TASK REQUIREMENTS | Output every record exactly, and nothing more.

PROVIDED DATA |
######

import { oscillationFrequency } from './oscillation-frequency';

/** One transient pair: two tracks closer than d* for at least τ*. */
export interface PairEvent {
  /** Track keys, a < b. */
  a: number;
  b: number;
  startFrame: number;
  /** Last frame of the pair (inclusive). */
  endFrame: number;
  /** Mean separation in metres. */
  meanSeparation: number;
  /** Oscillation frequency of the separation in Hz, NaN where it does not oscillate. */
  oscillationFrequency: number;
}

export interface PairTrackerOptions {
  /** d*, metres. */
  maxDistance: number;
  /** τ* in frames (inclusive count of consecutive frames). */
  minDurationFrames: number;
  /** Frames per second, for the oscillation frequency. */
  fps: number;
  /** Separation samples kept per pair for the frequency (longer pairs are decimated). Default 4096. */
  maxSeparationSamples?: number;
}

/** Streaming transient-pair detector fed one frame at a time. */
export interface PairTracker {
  /**
   * Feeds the close pairs (already filtered to separation < d*) of `frame`;
   * frames must increase. Candidates not present in this frame end.
   */
  update(frame: number, a: ArrayLike<number>, b: ArrayLike<number>, separation: ArrayLike<number>, count: number): PairEvent[];
  /** Ends every open candidate and returns the events among them. */
  finish(): PairEvent[];
  readonly openCandidates: number;
}

interface Candidate {
  a: number;
  b: number;
  start: number;
  last: number;
  sum: number;
  n: number;
  series: number[];
  every: number;
}

/**
 * Creates a streaming transient-pair detector: a pair exists while the two
 * individuals' separation stays below d* on consecutive frames for at least
 * τ*; the events carry who, start, end, mean separation and oscillation
 * frequency.
 *
 * Method: SCIENCE.md "Transient pairs" after "Time-frequency analysis
 * reveals pairwise interactions in insect swarms" (Phys. Rev. Lett. 114,
 * 2015); an active-candidate map keyed by the track pair keeps memory
 * proportional to the number of close pairs, not to the file.
 * Units: frames, metres, Hz.
 */
export function createPairTracker(options: PairTrackerOptions): PairTracker {
  const cap = options.maxSeparationSamples ?? 4096;
  const active = new Map<number, Candidate>();
  const close = (c: Candidate, out: PairEvent[]) => {
    if (c.last - c.start + 1 >= options.minDurationFrames) {
      out.push({
        a: c.a,
        b: c.b,
        startFrame: c.start,
        endFrame: c.last,
        meanSeparation: c.sum / c.n,
        oscillationFrequency: oscillationFrequency(c.series, options.fps / c.every),
      });
    }
  };
  return {
    update(frame, a, b, sep, count) {
      const out: PairEvent[] = [];
      for (let k = 0; k < count; k++) {
        const lo = Math.min(a[k], b[k]);
        const hi = Math.max(a[k], b[k]);
        const key = lo * 4294967296 + hi;
        let c = active.get(key);
        if (c && c.last !== frame - 1) {
          active.delete(key);
          close(c, out);
          c = undefined;
        }
        if (!c) {
          c = { a: lo, b: hi, start: frame, last: frame, sum: 0, n: 0, series: [], every: 1 };
          active.set(key, c);
        }
        c.last = frame;
        c.sum += sep[k];
        c.n++;
        if ((frame - c.start) % c.every === 0) c.series.push(sep[k]);
        if (c.series.length >= cap) {
          // Decimate by two to stay bounded; the sampling rate halves.
          c.series = c.series.filter((_, i) => i % 2 === 0);
          c.every *= 2;
        }
      }
      for (const [key, c] of active)
        if (c.last !== frame) {
          active.delete(key);
          close(c, out);
        }
      return out;
    },
    finish() {
      const out: PairEvent[] = [];
      for (const c of active.values()) close(c, out);
      active.clear();
      return out;
    },
    get openCandidates() {
      return active.size;
    },
  };
}

/**
 * Transient pair events of a sequence of frames (batch form of
 * {@link createPairTracker}). Each frame lists track keys and positions;
 * close pairs are found by exact distance (O(N²) per frame — the engine uses
 * the cell list instead).
 * Empty input: no events.
 */
export function transientPairs(
  frames: ReadonlyArray<{ frame: number; ids: ArrayLike<number>; x: ArrayLike<number>; y: ArrayLike<number>; z?: ArrayLike<number> }>,
  options: PairTrackerOptions,
): PairEvent[] {
  const tracker = createPairTracker(options);
  const events: PairEvent[] = [];
  const d2 = options.maxDistance * options.maxDistance;
  for (const f of frames) {
    const a: number[] = [], b: number[] = [], s: number[] = [];
    for (let i = 0; i < f.ids.length; i++)
      for (let j = i + 1; j < f.ids.length; j++) {
        const dx = f.x[j] - f.x[i], dy = f.y[j] - f.y[i], dz = f.z ? f.z[j] - f.z[i] : 0;
        const q = dx * dx + dy * dy + dz * dz;
        if (q < d2) {
          a.push(f.ids[i]);
          b.push(f.ids[j]);
          s.push(Math.sqrt(q));
        }
      }
    events.push(...tracker.update(f.frame, a, b, s, a.length));
  }
  events.push(...tracker.finish());
  return events.sort((p, q) => p.startFrame - q.startFrame || p.a - q.a || p.b - q.b);
}
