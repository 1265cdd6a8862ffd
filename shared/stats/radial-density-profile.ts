import { centroid } from './centroid';
import type { FrameView, Vec3 } from './types';

export interface RadialDensityProfile {
  /** Bin edges in metres (bins + 1). */
  edges: Float64Array;
  /** Individuals per shell. */
  counts: Float64Array;
  /** Individuals per shell volume (m⁻³ in 3D, m⁻² in 2D). */
  density: Float64Array;
}

/**
 * Shell volume between radii r0 < r1: (4π/3)(r1³ − r0³) in 3D, π(r1² − r0²)
 * in 2D — the exact form of 4πr²Δr / 2πrΔr (SCIENCE.md).
 */
export function shellVolume(r0: number, r1: number, dims: 2 | 3): number {
  return dims === 3 ? ((4 * Math.PI) / 3) * (r1 * r1 * r1 - r0 * r0 * r0) : Math.PI * (r1 * r1 - r0 * r0);
}

/**
 * Radial density profile n(r) of one frame around its centroid: individuals
 * per shell volume in `bins` shells of width `binWidth`.
 *
 * Method: SCIENCE.md "Radial density profile" (exact shell volumes, see
 * {@link shellVolume}); averaging over frames is done by the caller by
 * summing counts. Units: edges in metres, density in m⁻³ (3D) or m⁻² (2D).
 * Individuals beyond the last edge or with non-finite positions are not
 * counted. Empty frame: zero counts.
 */
export function radialDensityProfile(
  frame: FrameView,
  options: { binWidth: number; bins: number },
  centre: Vec3 = centroid(frame),
): RadialDensityProfile {
  const bins = Math.max(0, Math.floor(options.bins));
  const w = options.binWidth;
  const edges = new Float64Array(bins + 1);
  for (let i = 0; i <= bins; i++) edges[i] = i * w;
  const counts = new Float64Array(bins);
  const { count, dims, x, y, z } = frame;
  if (w > 0)
    for (let i = 0; i < count; i++) {
      const dx = x[i] - centre.x, dy = y[i] - centre.y, dz = dims === 3 ? z[i] - centre.z : 0;
      const r = Math.sqrt(dx * dx + dy * dy + dz * dz);
      if (!Number.isFinite(r)) continue;
      const k = Math.floor(r / w);
      if (k < bins) counts[k]++;
    }
  const density = new Float64Array(bins);
  for (let i = 0; i < bins; i++) density[i] = counts[i] / shellVolume(edges[i], edges[i + 1], frame.dims);
  return { edges, counts, density };
}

######

ANSWER FOR THIS EXERCISE |
import { oscillationFrequency } from './oscillation-frequency';

/** One transient pair: two tracks closer than d* for at least τ*. */
export interface PairEvent {
  /** Track keys, a < b. */
  a: number;
  b: number;
  startFrame: number;
  /** Last frame of the pair (inclusive). */
  endFrame: number;
  /** Mean separation in metres. */
  meanSeparation: number;
  /** Oscillation frequency of the separation in Hz, NaN where it does not oscillate. */
  oscillationFrequency: number;
}

export interface PairTrackerOptions {
  /** d*, metres. */
  maxDistance: number;
  /** τ* in frames (inclusive count of consecutive frames). */
  minDurationFrames: number;
  /** Frames per second, for the oscillation frequency. */
  fps: number;
  /** Separation samples kept per pair for the frequency (longer pairs are decimated). Default 4096. */
  maxSeparationSamples?: number;
}

/** Streaming transient-pair detector fed one frame at a time. */
export interface PairTracker {
  /**
   * Feeds the close pairs (already filtered to separation < d*) of `frame`;
   * frames must increase. Candidates not present in this frame end.
   */
  update(frame: number, a: ArrayLike<number>, b: ArrayLike<number>, separation: ArrayLike<number>, count: number): PairEvent[];
  /** Ends every open candidate and returns the events among them. */
  finish(): PairEvent[];
  readonly openCandidates: number;
}

interface Candidate {
  a: number;
  b: number;
  start: number;
  last: number;
  sum: number;
  n: number;
  series: number[];
  every: number;
}

/**
 * Creates a streaming transient-pair detector: a pair exists while the two
 * individuals' separation stays below d* on consecutive frames for at least
 * τ*; the events carry who, start, end, mean separation and oscillation
 * frequency.
 *
 * Method: SCIENCE.md "Transient pairs" after "Time-frequency analysis
 * reveals pairwise interactions in insect swarms" (Phys. Rev. Lett. 114,
 * 2015); an active-candidate map keyed by the track pair keeps memory
 * proportional to the number of close pairs, not to the file.
 * Units: frames, metres, Hz.
 */
export function createPairTracker(options: PairTrackerOptions): PairTracker {
  const cap = options.maxSeparationSamples ?? 4096;
  const active = new Map<number, Candidate>();
  const close = (c: Candidate, out: PairEvent[]) => {
    if (c.last - c.start + 1 >= options.minDurationFrames) {
      out.push({
        a: c.a,
        b: c.b,
        startFrame: c.start,
        endFrame: c.last,
        meanSeparation: c.sum / c.n,
        oscillationFrequency: oscillationFrequency(c.series, options.fps / c.every),
      });
    }
  };
  return {
    update(frame, a, b, sep, count) {
      const out: PairEvent[] = [];
      for (let k = 0; k < count; k++) {
        const lo = Math.min(a[k], b[k]);
        const hi = Math.max(a[k], b[k]);
        const key = lo * 4294967296 + hi;
        let c = active.get(key);
        if (c && c.last !== frame - 1) {
          active.delete(key);
          close(c, out);
          c = undefined;
        }
        if (!c) {
          c = { a: lo, b: hi, start: frame, last: frame, sum: 0, n: 0, series: [], every: 1 };
          active.set(key, c);
        }
        c.last = frame;
        c.sum += sep[k];
        c.n++;
        if ((frame - c.start) % c.every === 0) c.series.push(sep[k]);
        if (c.series.length >= cap) {
          // Decimate by two to stay bounded; the sampling rate halves.
          c.series = c.series.filter((_, i) => i % 2 === 0);
          c.every *= 2;
        }
      }
      for (const [key, c] of active)
        if (c.last !== frame) {
          active.delete(key);
          close(c, out);
        }
      return out;
    },
    finish() {
      const out: PairEvent[] = [];
      for (const c of active.values()) close(c, out);
      active.clear();
      return out;
    },
    get openCandidates() {
      return active.size;
    },
  };
}

/**
 * Transient pair events of a sequence of frames (batch form of
 * {@link createPairTracker}). Each frame lists track keys and positions;
 * close pairs are found by exact distance (O(N²) per frame — the engine uses
 * the cell list instead).
 * Empty input: no events.
 */
export function transientPairs(
  frames: ReadonlyArray<{ frame: number; ids: ArrayLike<number>; x: ArrayLike<number>; y: ArrayLike<number>; z?: ArrayLike<number> }>,
  options: PairTrackerOptions,
): PairEvent[] {
  const tracker = createPairTracker(options);
  const events: PairEvent[] = [];
  const d2 = options.maxDistance * options.maxDistance;
  for (const f of frames) {
    const a: number[] = [], b: number[] = [], s: number[] = [];
    for (let i = 0; i < f.ids.length; i++)
      for (let j = i + 1; j < f.ids.length; j++) {
        const dx = f.x[j] - f.x[i], dy = f.y[j] - f.y[i], dz = f.z ? f.z[j] - f.z[i] : 0;
        const q = dx * dx + dy * dy + dz * dz;
        if (q < d2) {
          a.push(f.ids[i]);
          b.push(f.ids[j]);
          s.push(Math.sqrt(q));
        }
      }
    events.push(...tracker.update(f.frame, a, b, s, a.length));
  }
  events.push(...tracker.finish());
  return events.sort((p, q) => p.startFrame - q.startFrame || p.a - q.a || p.b - q.b);
}
repository 1265cdd6a8862ffd
filename shared/stats/radial-density-profile.ts
import { centroid } from './centroid';
import type { FrameView, Vec3 } from './types';

export interface RadialDensityProfile {
  /** Bin edges in metres (bins + 1). */
  edges: Float64Array;
  /** Individuals per shell. */
  counts: Float64Array;
  /** Individuals per shell volume (m⁻³ in 3D, m⁻² in 2D). */
  density: Float64Array;
}

/**
 * Shell volume between radii r0 < r1: (4π/3)(r1³ − r0³) in 3D, π(r1² − r0²)
 * in 2D — the exact form of 4πr²Δr / 2πrΔr (SCIENCE.md).
 */
export function shellVolume(r0: number, r1: number, dims: 2 | 3): number {
  return dims === 3 ? ((4 * Math.PI) / 3) * (r1 * r1 * r1 - r0 * r0 * r0) : Math.PI * (r1 * r1 - r0 * r0);
}

/**
 * Radial density profile n(r) of one frame around its centroid: individuals
 * per shell volume in `bins` shells of width `binWidth`.
 *
 * Method: SCIENCE.md "Radial density profile" (exact shell volumes, see
 * {@link shellVolume}); averaging over frames is done by the caller by
 * summing counts. Units: edges in metres, density in m⁻³ (3D) or m⁻² (2D).
 * Individuals beyond the last edge or with non-finite positions are not
 * counted. Empty frame: zero counts.
 */
export function radialDensityProfile(
  frame: FrameView,
  options: { binWidth: number; bins: number },
  centre: Vec3 = centroid(frame),
): RadialDensityProfile {
  const bins = Math.max(0, Math.floor(options.bins));
  const w = options.binWidth;
  const edges = new Float64Array(bins + 1);
  for (let i = 0; i <= bins; i++) edges[i] = i * w;
  const counts = new Float64Array(bins);
  const { count, dims, x, y, z } = frame;
  if (w > 0)
    for (let i = 0; i < count; i++) {
      const dx = x[i] - centre.x, dy = y[i] - centre.y, dz = dims === 3 ? z[i] - centre.z : 0;
      const r = Math.sqrt(dx * dx + dy * dy + dz * dz);
      if (!Number.isFinite(r)) continue;
      const k = Math.floor(r / w);
      if (k < bins) counts[k]++;
    }
  const density = new Float64Array(bins);
  for (let i = 0; i < bins; i++) density[i] = counts[i] / shellVolume(edges[i], edges[i + 1], frame.dims);
  return { edges, counts, density };
}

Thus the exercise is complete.